Want to know what time the sun sets in Istanbul? Consult a Geochron

''For tribal man, space was the uncontrollable mystery. For technological man , it is time that occupies the same role,'' argued Marshall McLuhan, the late futurist and media guru.

He must never have encountered a timepiece called the Geochron. During the last decade this device, possibly the world's most elaborate descendent of the sundial, has been taking much of the mystery out of time.

The Geochron is the inspiration of a small, almost elfin inventor named James Kilburg. Operating out of a factory here, he and his workers make two dozen to four dozen of these elaborate timepieces each month for shipment to every part of the globe.

Ronald Reagan took a Geochron with him to the White House. Henry Kissinger was a recent customer, after seeing one in the office of Secretary of State George P. Shultz. The National Aeronautics and Space Administration uses one in its satellite-tracking operations. Geochrons grace a number of corporate board rooms. They even have appeared in a few movies and television shows.

Perhaps the best description of this unusual device comes from Seoul. A Korean wrote the factory asking for information on the ''Day-and-Night-Wall-Map-Clock.''

The Geochron, measuring about 2 feet by 3 feet, is an illuminated map of the world with time zones clearly marked on it. The map slowly moves - one inch every hour - and a scale at the top shows the current time anywhere in the world. It also displays the day and date for different parts of the globe. But its most fascinating feature is that it shows which areas of the Earth are in daylight and which are in darkness.

The inspiration for the Geochron dates back to 1962, when Mr. Kilburg was visiting relatives in Luxembourg. ''The phone rang in the middle of the night. It was my wife calling from the United States. The phone company had given her the wrong information about when to call,'' the silver-haired mechanical engineer recalls. ''I thought, there must be a better way to give people this information.''

About this time, Kilburg left the company where he had been working, so he turned his attention to the time-zone problem. A year later, he had a working model of the Geochron. In another year he was ready to begin production.

''I started the company with my own money. There was no way to know whether it would succeed,'' Kilburg recalls. Since then he has sold thousands of Geochrons in every part of the world and never placed a single advertisement.

The Geochrons are expensive - $955 plus shipping costs - in a world where digital watches go for as little as $15. Frequently, customers are institutions with multinational business - who often need to know the time anywhere in the world.

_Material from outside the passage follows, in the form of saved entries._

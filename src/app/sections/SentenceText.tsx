import type { Piece, Sentence } from "../../export/sentences/piece.ts";
import { CaseMark } from "./CaseMark.tsx";
import { NumberButton } from "./NumberButton.tsx";
import { RichText } from "./RichText.tsx";
import { SymbolText } from "./SymbolText.tsx";

/** A sentence as the page sets it: values in weight 600, intervals in grey, each case behind its marker. */
export function SentenceText({ sentence }: { sentence: Sentence }) {
  return sentence.map((piece, i) => (
    // biome-ignore lint/suspicious/noArrayIndexKey: pieces have no identity but their place
    <PieceText piece={piece} key={i} />
  ));
}

function PieceText({ piece }: { piece: Piece }) {
  switch (piece.kind) {
    case "text":
      return <RichText text={piece.text} />;
    case "strong":
      return piece.about === undefined ? (
        <strong>{piece.text}</strong>
      ) : (
        <NumberButton of={piece.about.key} quantity={piece.about.quantity}>
          <strong>{piece.text}</strong>
        </NumberButton>
      );
    case "interval":
      return <span className="ci">{piece.text}</span>;
    case "symbol":
      return <SymbolText runs={piece.runs} />;
    case "case":
      return (
        <span className="case-name">
          <CaseMark mark={piece.mark} />
          {piece.name}
        </span>
      );
    case "verbatim":
      return <span className="well">{piece.text}</span>;
    case "together":
      return (
        <span className="nowrap">
          <SentenceText sentence={piece.pieces} />
        </span>
      );
  }
}
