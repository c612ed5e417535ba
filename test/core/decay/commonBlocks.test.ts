import { describe, expect, it } from "vitest";
import { commonBlocks } from "../../../src/core/decay/commonBlocks.ts";
import { fitDecay } from "../../../src/core/decay/fitDecay.ts";
import type { DecaySettings } from "../../../src/core/decayResult.ts";
import { isEstimate, type Quantity } from "../../../src/core/quantity.ts";
import { type SeededRandom, seededRandom } from "../../../src/core/signal/seededRandom.ts";
import { expectClose } from "../../support/expectClose.ts";
import { plainSettings, spacedFrom } from "../../support/lawStations.ts";
import { sharedRecords } from "../../support/sharedRecords.ts";

const law = { A: 0.06, x0: 4, n: 1.25, U: 1 };
const xs = spacedFrom(law.x0, 20, 80, 12);
const settings: DecaySettings = { ...plainSettings, window: [0, 100], quantity: "uu" };
const records = (random: SeededRandom, rho: number) => sharedRecords(law, xs, rho, random);

const holds = (quantity: Quantity, truth: number) =>
  isEstimate(quantity) && (quantity.low ?? -Infinity) <= truth && truth <= (quantity.high ?? Infinity);
const what = { quantity: "uu", assumption: "none" } as const;

function coverage(rho: number, simultaneous: boolean | "auto", trials: number) {
  const random = seededRandom(11);
  let [n, x0] = [0, 0];
  for (let trial = 0; trial < trials; trial++) {
    const decay = fitDecay(records(random, rho), { ...settings, simultaneous });
    if (holds(decay.n, law.n)) n++;
    if (holds(decay.x0, law.x0)) x0++;
  }
  return { n: n / trials, x0: x0 / trials };
}

describe("stations sampled together", () => {
  it("show the same eddies in the same blocks once these are shifted by the time of flight", () => {
    const blocks = commonBlocks(records(seededRandom(1), 0.95), what, settings);
    expectClose(blocks?.correlation, 0.95, { absolute: 0.04, because: "50 groups of four blocks" });
    expect(blocks?.groups).toBe(50);
  });
  it("are told from records taken one after the other with the same clock", () => {
    let together = 0;
    for (let seed = 1; seed <= 100; seed++)
      if (commonBlocks(records(seededRandom(seed), 0), what, settings) !== null) together++;
    // 1 % of a hundred; more than five has a probability of 6e-4
    expect(together).toBeLessThanOrEqual(5);
  });
  it("hold the truth 95 times in 100 with neighbours correlated 0.95, given or found", () => {
    for (const simultaneous of [true, "auto"] as const) {
      const { n, x0 } = coverage(0.95, simultaneous, 200);
      // 200 trials: one standard deviation is 1.5 %
      expect(n).toBeGreaterThan(0.91);
      expect(n).toBeLessThanOrEqual(0.99);
      expect(x0).toBeGreaterThan(0.91);
    }
  });
  it("hold it as often where they are independent and taken as together all the same", () => {
    const { n, x0 } = coverage(0, true, 200);
    expect(Math.min(n, x0)).toBeGreaterThan(0.91);
  });
  it("would be far too sure of themselves, or too unsure, as stations each for itself", () => {
    const { n } = coverage(0.95, false, 200);
    expect(Math.abs(n - 0.95)).toBeGreaterThan(0.03);
  });
  it("need records of 100 integral times, cut alike", () => {
    const stations = records(seededRandom(1), 0.95);
    const shorter = stations.map((s) => ({ ...s, facts: { ...s.facts, integralTimes: 90 } }));
    expect(commonBlocks(shorter, what, settings)).toBeNull();
    const late = stations.map((s, i) =>
      i === 3 && s.blocks ? { ...s, blocks: { ...s.blocks, start: 7 } } : s,
    );
    expect(commonBlocks(late, what, settings)).toBeNull();
    expect(commonBlocks(stations, what, { ...settings, simultaneous: false })).toBeNull();
  });
  it("say so in the decay: how many groups, how closely correlated", () => {
    const { together, law: fitted, n } = fitDecay(records(seededRandom(1), 0.95), settings);
    expect(together?.groups).toBe(50);
    expect(fitted?.freedom).toBe(49);
    expect(isEstimate(n) ? n.error?.freedom : null).toBe(49);
  });
});
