import { labelOf } from "../../core/catalogue.ts";
import type { Quantity } from "../../core/quantity.ts";
import type { StationResult } from "../../core/stationResult.ts";
import { unitOf } from "../../core/unitText.ts";
import { formatPosition, withUnit } from "../../figures/formatNumber.ts";
import type { CaseView } from "../session/caseView.ts";
import { CaseMark } from "./CaseMark.tsx";
import { Definition } from "./Definition.tsx";
import { middleStation } from "./middleStation.ts";
import { QuantityCells } from "./QuantityText.tsx";
import { SymbolText } from "./SymbolText.tsx";
import { TableScroll } from "./TableScroll.tsx";
import { UnitText } from "./UnitText.tsx";

const routes: readonly {
  readonly name: string;
  readonly of: (station: StationResult) => Quantity | undefined;
}[] = [
  { name: "adopted", of: (station) => station.epsilon },
  { name: "gradients", of: (station) => station.epsilon_gradient },
  { name: "decay", of: (station) => station.epsilon_decay },
  { name: "inertial range", of: (station) => station.epsilon_inertial },
  { name: "second order, bound", of: (station) => station.routes["epsilon_second-order"] },
  { name: "third order, bound", of: (station) => station.routes["epsilon_third-order"] },
];

/** The dissipation at one station of each case by every route, or the reason why a route has none. */
export function RouteTable({ cases }: { cases: readonly CaseView[] }) {
  const shown = cases.flatMap((view) => {
    const station = middleStation(view);
    return station ? [{ view, station }] : [];
  });
  if (shown.length === 0) return null;
  const { units } = shown[0].view;
  return (
    <TableScroll label="Dissipation by route">
      <table className="data dense">
        <thead>
          <tr>
            <th scope="col">
              <Definition of="epsilon">
                <SymbolText runs={labelOf("epsilon").symbol} />
                {units === "SI" && (
                  <>
                    {" "}
                    (<UnitText unit={unitOf("L²/T³", units)} />)
                  </>
                )}
              </Definition>
            </th>
            {shown.map(({ view, station }) => (
              <th scope="colgroup" colSpan={2} key={view.id}>
                <CaseMark mark={view.mark} /> {view.name}, {placeOf(view, station)}
              </th>
            ))}
          </tr>
        </thead>
        <tbody>
          {routes
            .filter(({ of }) => shown.some(({ station }) => of(station) !== undefined))
            .map(({ name, of }) => (
              <tr key={name}>
                <th scope="row">{name}</th>
                {shown.map(({ view, station }) => (
                  <QuantityCells
                    key={view.id}
                    quantity={of(station) ?? notTried}
                    label="epsilon"
                    units={units}
                  />
                ))}
              </tr>
            ))}
        </tbody>
      </table>
    </TableScroll>
  );
}

const notTried: Quantity = { value: null, why: "needs a record" };

function placeOf({ along, units }: CaseView, { x }: StationResult): string {
  return withUnit(formatPosition(x), unitOf(along === "t" ? "T" : "L", units));
}
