import { Fragment } from "react";
import { labelOf } from "../../core/catalogue.ts";
import type { Criterion, Development } from "../../core/decayArgument.ts";
import type { Quantity } from "../../core/quantity.ts";
import { withReference } from "../../core/symbolRuns.ts";
import { unitOf } from "../../core/unitText.ts";
import {
  criterionWords,
  developmentKey,
  placeInterval,
} from "../../export/sentences/developmentSentences.ts";
import { plainText } from "../../export/sentences/piece.ts";
import { arguedOf } from "../../figures/arguedOf.ts";
import { formatDigits, formatPosition, withUnit } from "../../figures/formatNumber.ts";
import type { CaseView } from "../session/caseView.ts";
import { CaseMark } from "./CaseMark.tsx";
import { Definition } from "./Definition.tsx";
import type { FoundNumber } from "./foundNumber.ts";
import { NumberButton } from "./NumberButton.tsx";
import { RichText } from "./RichText.tsx";
import { SentenceText } from "./SentenceText.tsx";
import { SymbolText } from "./SymbolText.tsx";
import { TableScroll } from "./TableScroll.tsx";

const readings = [
  ["notContradicted", "no interval contradicts it from"],
  ["inside", "every interval lies inside from"],
] as const;
type Reading = (typeof readings)[number][0];

/** Both readings of every criterion, in x, in reference lengths and in integral scales at the inflow. */
export function DevelopmentTable({ cases }: { cases: readonly CaseView[] }) {
  const shown = cases.flatMap((view) => {
    const development = arguedOf(view)?.argument.development;
    return development === undefined ? [] : [{ view, development }];
  });
  if (shown.length === 0) return null;
  const { view } = shown[0];
  const along = view.along ?? "x";
  const unit = unitOf(along === "t" ? "T" : "L", view.units);
  return (
    <TableScroll label="Development length by criterion">
      <table className="data dense first-fixed">
        <thead>
          <tr>
            <th scope="col" rowSpan={2} className="text">
              <Definition of={developmentKey(view)}>Criterion</Definition>
            </th>
            {readings.map(([reading, words]) => (
              <th scope="colgroup" colSpan={4} key={reading}>
                {words}
              </th>
            ))}
          </tr>
          <tr>
            {readings.map(([reading]) => (
              <Fragment key={reading}>
                <th scope="colgroup" colSpan={2}>
                  <i className="sym">{along}</i>
                  {unit !== "" && ` (${unit})`}
                </th>
                <th scope="col">
                  <SymbolText runs={withReference(labelOf(`${along}/ell`).symbol, view.symbol)} />
                </th>
                <th scope="col">
                  <InLengths along={along} />
                </th>
              </Fragment>
            ))}
          </tr>
        </thead>
        {shown.map(({ view, development }) => (
          <CaseRows view={view} development={development} key={view.id} />
        ))}
      </table>
    </TableScroll>
  );
}

function InLengths({ along }: { along: string }) {
  return (
    <span className="sym">
      {along}
      <span className="up">/</span>L<sub className="up">11,in</sub>
    </span>
  );
}

function CaseRows({ view, development }: { view: CaseView; development: Development }) {
  const { inflowL11 } = development;
  const inflow =
    inflowL11.value === null
      ? inflowL11.why
      : withUnit(
          formatDigits(inflowL11.value * (view.units === "SI" ? 1000 : 1), 3),
          view.units === "SI" ? "mm" : "",
        );
  return (
    <tbody>
      <tr>
        <th scope="rowgroup" colSpan={9}>
          <CaseMark mark={view.mark} /> {view.name}, at the inflow{" "}
          <span className="sym">
            L<sub className="up">11</sub>
          </span>{" "}
          ={" "}
          <NumberButton of="L11" quantity={inflowL11}>
            {inflow}
          </NumberButton>
        </th>
      </tr>
      {development.criteria.map((criterion) => (
        <tr key={criterion.key}>
          <th scope="row" className="text">
            <SentenceText sentence={criterionWords(criterion, development)} />
          </th>
          <ReadingCells {...{ view, development, criterion }} />
        </tr>
      ))}
    </tbody>
  );
}

function ReadingCells(row: { view: CaseView; development: Development; criterion: Criterion }) {
  const { notContradicted, inside } = row.criterion;
  // one reason for both readings is given once
  if (notContradicted.value === null && inside.value === null && notContradicted.why === inside.why)
    return (
      <td className="why" colSpan={8}>
        <RichText text={inside.why} />
      </td>
    );
  return readings.map(([reading]) => <PlaceCells key={reading} {...row} reading={reading} />);
}

function PlaceCells({
  view,
  development,
  criterion,
  reading,
}: {
  view: CaseView;
  development: Development;
  criterion: Criterion;
  reading: Reading;
}) {
  const place = criterion[reading];
  if (place.value === null)
    return (
      <td className="why" colSpan={4}>
        <RichText text={place.why} />
      </td>
    );
  const { length, inflowL11 } = development;
  const over = (unit: number | null) => (unit === null ? "–" : formatDigits(place.value / unit, 3));
  const interval = placeInterval(place);
  return (
    <>
      <td title={String(place.value)}>
        <NumberButton
          of={developmentKey(view)}
          quantity={place}
          at={developmentNumber(view, development, criterion, place, interval)}
        >
          {formatPosition(place.value)}
        </NumberButton>
      </td>
      <td className="pm">{interval ?? "–"}</td>
      <td>{over(length)}</td>
      <td>{over(view.along === "t" ? null : inflowL11.value)}</td>
    </>
  );
}

/** What a development length rests on. */
function developmentNumber(
  view: CaseView,
  development: Development,
  criterion: Criterion,
  place: Quantity & { value: number },
  interval: string | null,
): FoundNumber {
  const unit = unitOf(view.along === "t" ? "T" : "L", view.units);
  const none = "why_low" in place ? place.why_low : undefined;
  return {
    kind: "page",
    view,
    shown: `${withUnit(formatPosition(place.value), unit)}${interval === null ? "" : ` (${interval})`}`,
    rows: [
      ["criterion", plainText(criterionWords(criterion, development))],
      ["stations", `${view.stations.length}: the place is one of theirs`],
      ["interval", interval ?? none ?? "every station drawn anew gave the same place"],
    ],
  };
}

People who are just curious about the physics and politics of time also can learn a number of things from Geochrons. For instance, most people imagine that time zones are spaced evenly around the world. In fact, time-zone boundaries zigzag like the course of sailboat in a head wind. The continental United States , for instance, is divided into four fairly even time zones. But China, roughly the same size as the US, is one zone.

The Chinese adjust their schedules rather than time, Kilburg says. In one part of China, the sun might rise at 5 a.m. In another, it rises at 9 a.m. ''I understand their system works very well. It makes you wonder whether all our time zones are really necessary, or if there isn't a simpler way,'' he muses.

By manually moving a Geochron through a year's cycle, the date of the longest and shortest days of the year can be determined for any location. A moving dot depicts the point on the Earth's surface that is directly under the Sun. As the dot moves around the world, it describes a figure-eight path called an analemma, a figure used in sundials of the ancient Greeks.

''I've been a mechanical engineer all my life and have been involved in many projects. But none has ever given me nearly as much satisfaction,'' Kilburg says.